# Best cichlid scavengers?



## oldcatfish (May 27, 2009)

Hi everyone. I've been keeping cichlids for years now, and I almost always try to keep "scavenger" fish in with the cichlids (unless I want to breed them & raise the fry) to help with keeping the tank clean. Just wondering what you guys/gals keep to help with cleanup. Here's what I keep, ranked best to worst:

1) Synodontus Catfish---The larger ones do a great job and can handle all but the worst tempered cichlids. They work well with Africans and Central/South Americans. Though a little expensive, I've had them live well over 20 years old.

2) Botia Loaches---These include Clown Loaches, though I usually keep Botia Modesta (Red Finned Loach) instead. They are almost as good as Synodontus in compatibility and do a great job getting into tight places.

3) Plecos---They can be messy, but certain species help with algae control (which I actually encourage). My personal favorites are Bristlenose, "Rhino" Plecos, Common Plecos, and for dwarf cichlids: "Clown Plecos."

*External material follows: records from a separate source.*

import type { Design } from '../design/types.js';
import type { Corner } from '../corners/types.js';
import type { SimEngine } from '../engine/types.js';
import type { DeckSeed } from '../netlist/types.js';
import { formatSi } from '../units/index.js';
import { CHECK_CYCLES, simulateSteady, type SteadyOptions, type SteadyResult } from './steady.js';

/** Regulation is met when the simulated output is within this fraction of output.voltage. */
export const REGULATION_TOLERANCE = 0.005;
/** The search aims inside the tolerance so that simulator noise does not leave it on the edge. */
const AIM = 0.8;
const MAX_STEPS = 8;

export interface RegulateResult {
  /** The operating point kept (nearest the target; the closest point when unreachable); null when none ran. */
  steady: SteadyResult | null;
  simulations: number;
  cycles: number;
  runs: number;
  met: boolean;
  /** The target lies above the simulated peak gain. */
  unreachable?: { closest: ClosestPoint };
  /** The search reached a frequency the dead time does not fit. */
  deadTime?: { fs: number; message: string };
}


/** The simulated point nearest to an unreachable target: the highest output the search found. */
export interface ClosestPoint {
  /** Output voltage there, V. */
  vout: number;
  /** Switching frequency, Hz. */
  fs: number;
  region: 'inductive' | 'capacitive';
}

/**
 * Dead time against a switching frequency (the rule of the fixed-frequency design check): null
 * when td < T/2, else the reason. Used at every step of the search.
 */
export function deadTimeProblem(deadTime: number, fs: number): string | null {
  if (deadTime < 1 / (2 * fs)) return null;
  return `dead time ${formatSi(deadTime, 's')} is not shorter than half the switching period at ${formatSi(fs, 'Hz')} (${formatSi(1 / (2 * fs), 's')})`;
}

interface Point {
  fs: number;
  v: number;
  region: 'inductive' | 'capacitive';
  r: SteadyResult;
}

/** Bisection steps on the region boundary once the peak gain is bracketed below the target. */
const PEAK_STEPS = 2;

/**
 * Find in simulation the switching frequency at which Vout meets output.voltage: start at fs0,
 * take the first step along the slope `slope0` (from FHA or a better model), then secant steps on
 * the simulated points. Each step continues from the previous run's final state, with the output
 * capacitor preset to the voltage the step aims at.
 *
 * A target above the converter's peak gain: the output rises with frequency in the capacitive
 * region and falls in the inductive one, so once a capacitive point below the target lies under an
 * inductive one below it in frequency, the peak between them is below the target. The search then
 * bisects on the region boundary (PEAK_STEPS points) and reports the target unreachable with the
 * highest simulated output as the closest point. A step to a frequency where the dead time takes
 * half the period or more stops the search with `deadTime` (the circuit cannot run there).
 *
 * A point whose first run already shows, by the extrapolated steady output, that it misses the
 * search's aim is left without a proof (simulateSteady's `target`): its prediction steers the next
 * step, and the next point starts from its extrapolated state with a check run at once. A point
 * reported, the one nearest the target or the closest to an unreachable one, is always proven.
 */
export async function regulate(engine: SimEngine, design: Design, corner: Corner, fs0: number, seed: DeckSeed,
  slope0: number, opts: SteadyOptions): Promise<RegulateResult> {
  const target = design.output.voltage;
  const pts: Point[] = [];
  let fs = fs0;
  let state = seed;
  let cycles = 0;
  let runs = 0;
  let best: SteadyResult | undefined;
  let bracket: [number, number] | null = null;
  let peakSteps = 0;
  for (let step = 0; step < MAX_STEPS; step++) {
    const dt = deadTimeProblem(design.switches.deadTime, fs);
    if (dt) {
      if (best) return { steady: best, simulations: pts.length, cycles, runs, met: false, deadTime: { fs, message: dt } };
      return { steady: null, simulations: 0, cycles, runs, met: false, deadTime: { fs, message: dt } };
    }
    const r = await simulateSteady(engine, design, corner, fs, state,
      { ...opts, maxCycles: Math.max(opts.maxCycles - cycles, 40), target: { vout: target, band: AIM * REGULATION_TOLERANCE },
        ...(step > 0 ? { firstCycles: CHECK_CYCLES } : {}) });
    cycles += r.cycles;
    runs += r.runs;
    if (!r.ok || !r.metrics) return { steady: r, simulations: step + 1, cycles, runs, met: false };
    // A point the search leaves at once carries the extrapolated prediction instead of a proof.
    const v = r.predictedVout ?? r.metrics.vout;
    const region = r.metrics.region;
    pts.push({ fs, v, region, r });
    if (r.predictedVout === undefined && (!best || Math.abs(v - target) < Math.abs(best.metrics!.vout - target))) best = r;
    if (Math.abs(v - target) <= AIM * REGULATION_TOLERANCE * target) break;
    state = { ...r.state!, vo: target };
    bracket ??= peakBracket(pts, target);
    if (bracket) {
      if (peakSteps++ >= PEAK_STEPS) break;
      // bisect on the region boundary: the peak gain sits at or just below it
      const at = pts.at(-1)!;
      if (at.fs > bracket[0] && at.fs < bracket[1]) bracket = at.region === 'capacitive' ? [at.fs, bracket[1]] : [bracket[0], at.fs];
      fs = (bracket[0] + bracket[1]) / 2;
      continue;
    }
    if (v < target && region === 'capacitive') {
      fs *= 1.15; // below the peak: more gain lies above in frequency
      continue;
    }
    let slope = slope0 < 0 ? slope0 : -Math.abs(slope0 || 1e-4);
    if (pts.length >= 2) {
      const [a, b] = pts.slice(-2) as [Point, Point];
      const s = (b.v - a.v) / (b.fs - a.fs);
      if (Number.isFinite(s) && s < 0) slope = s;
    }
    fs = Math.min(Math.max(fs - (v - target) / slope, fs * 0.7), fs * 1.4);
  }
  // A point reported must be proven: one only predicted is simulated on from its extrapolated state.
  const prove = async (p: Point): Promise<SteadyResult> => {
    if (p.r.predictedVout === undefined) return p.r;
    const r = await simulateSteady(engine, design, corner, p.fs, p.r.state!, { ...opts, maxCycles: Math.max(opts.maxCycles - cycles, 40) });
    cycles += r.cycles;
    runs += r.runs;
    return r;
  };
  if (!best) {
    const near = pts.reduce((a, b) => (Math.abs(b.v - target) < Math.abs(a.v - target) ? b : a));
    best = await prove(near);
    if (!best.ok || !best.metrics) return { steady: best, simulations: pts.length, cycles, runs, met: false };
  }
  const met = Math.abs(best.metrics!.vout - target) <= REGULATION_TOLERANCE * target;
  if (!met && bracket) {
    const top = pts.reduce((a, b) => (b.v > a.v ? b : a));
    const steady = await prove(top);
    const vout = steady.metrics?.vout ?? top.v;
    return { steady, simulations: pts.length, cycles, runs, met: false,
      unreachable: { closest: { vout, fs: top.fs, region: steady.metrics?.region ?? top.region } } };
  }
  return { steady: best, simulations: pts.length, cycles, runs, met };
}

/**
 * [capacitive fs, inductive fs] of two simulated points both below the target, the capacitive one
 * lower in frequency and no point between them above the target; null when there is none.
 */
export function peakBracket(pts: readonly { fs: number; v: number; region: 'inductive' | 'capacitive' }[], target: number): [number, number] | null {
  const below = pts.filter((p) => p.v < target);
  const caps = below.filter((p) => p.region === 'capacitive');
  const inds = below.filter((p) => p.region === 'inductive');
  for (const c of [...caps].sort((a, b) => b.fs - a.fs)) {
    const above = inds.filter((p) => p.fs > c.fs).sort((a, b) => a.fs - b.fs)[0];
    if (above && !pts.some((p) => p.fs > c.fs && p.fs < above.fs && p.v >= target)) return [c.fs, above.fs];
  }
  return null;
}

4) Doradid Catfish---These secretive well armoured catfish do a fair job living on scraps, and can handle most any cichlid that's not more than twice their size. I put a juvenile one in an African tank once, then didn't see it again for several years until I moved the aquarium. I was stunned to see a quite large, rather fat catfish. Oddly I'd taken all of the rocks out before during tank cleanings, and never saw him. The big drawback to these obviously, is that you may rarely see them.

***I only feed my scavengers directly about 2-3 times per week to encourage them not to be lazy. Since they are all somewhat nocturnal, I determine whether I need to adjust their feeding by how often I see them out searching for food. If I didn't just feed them or the cichlids shortly before, I really shouldn't see them out a lot when the tank lights are all on.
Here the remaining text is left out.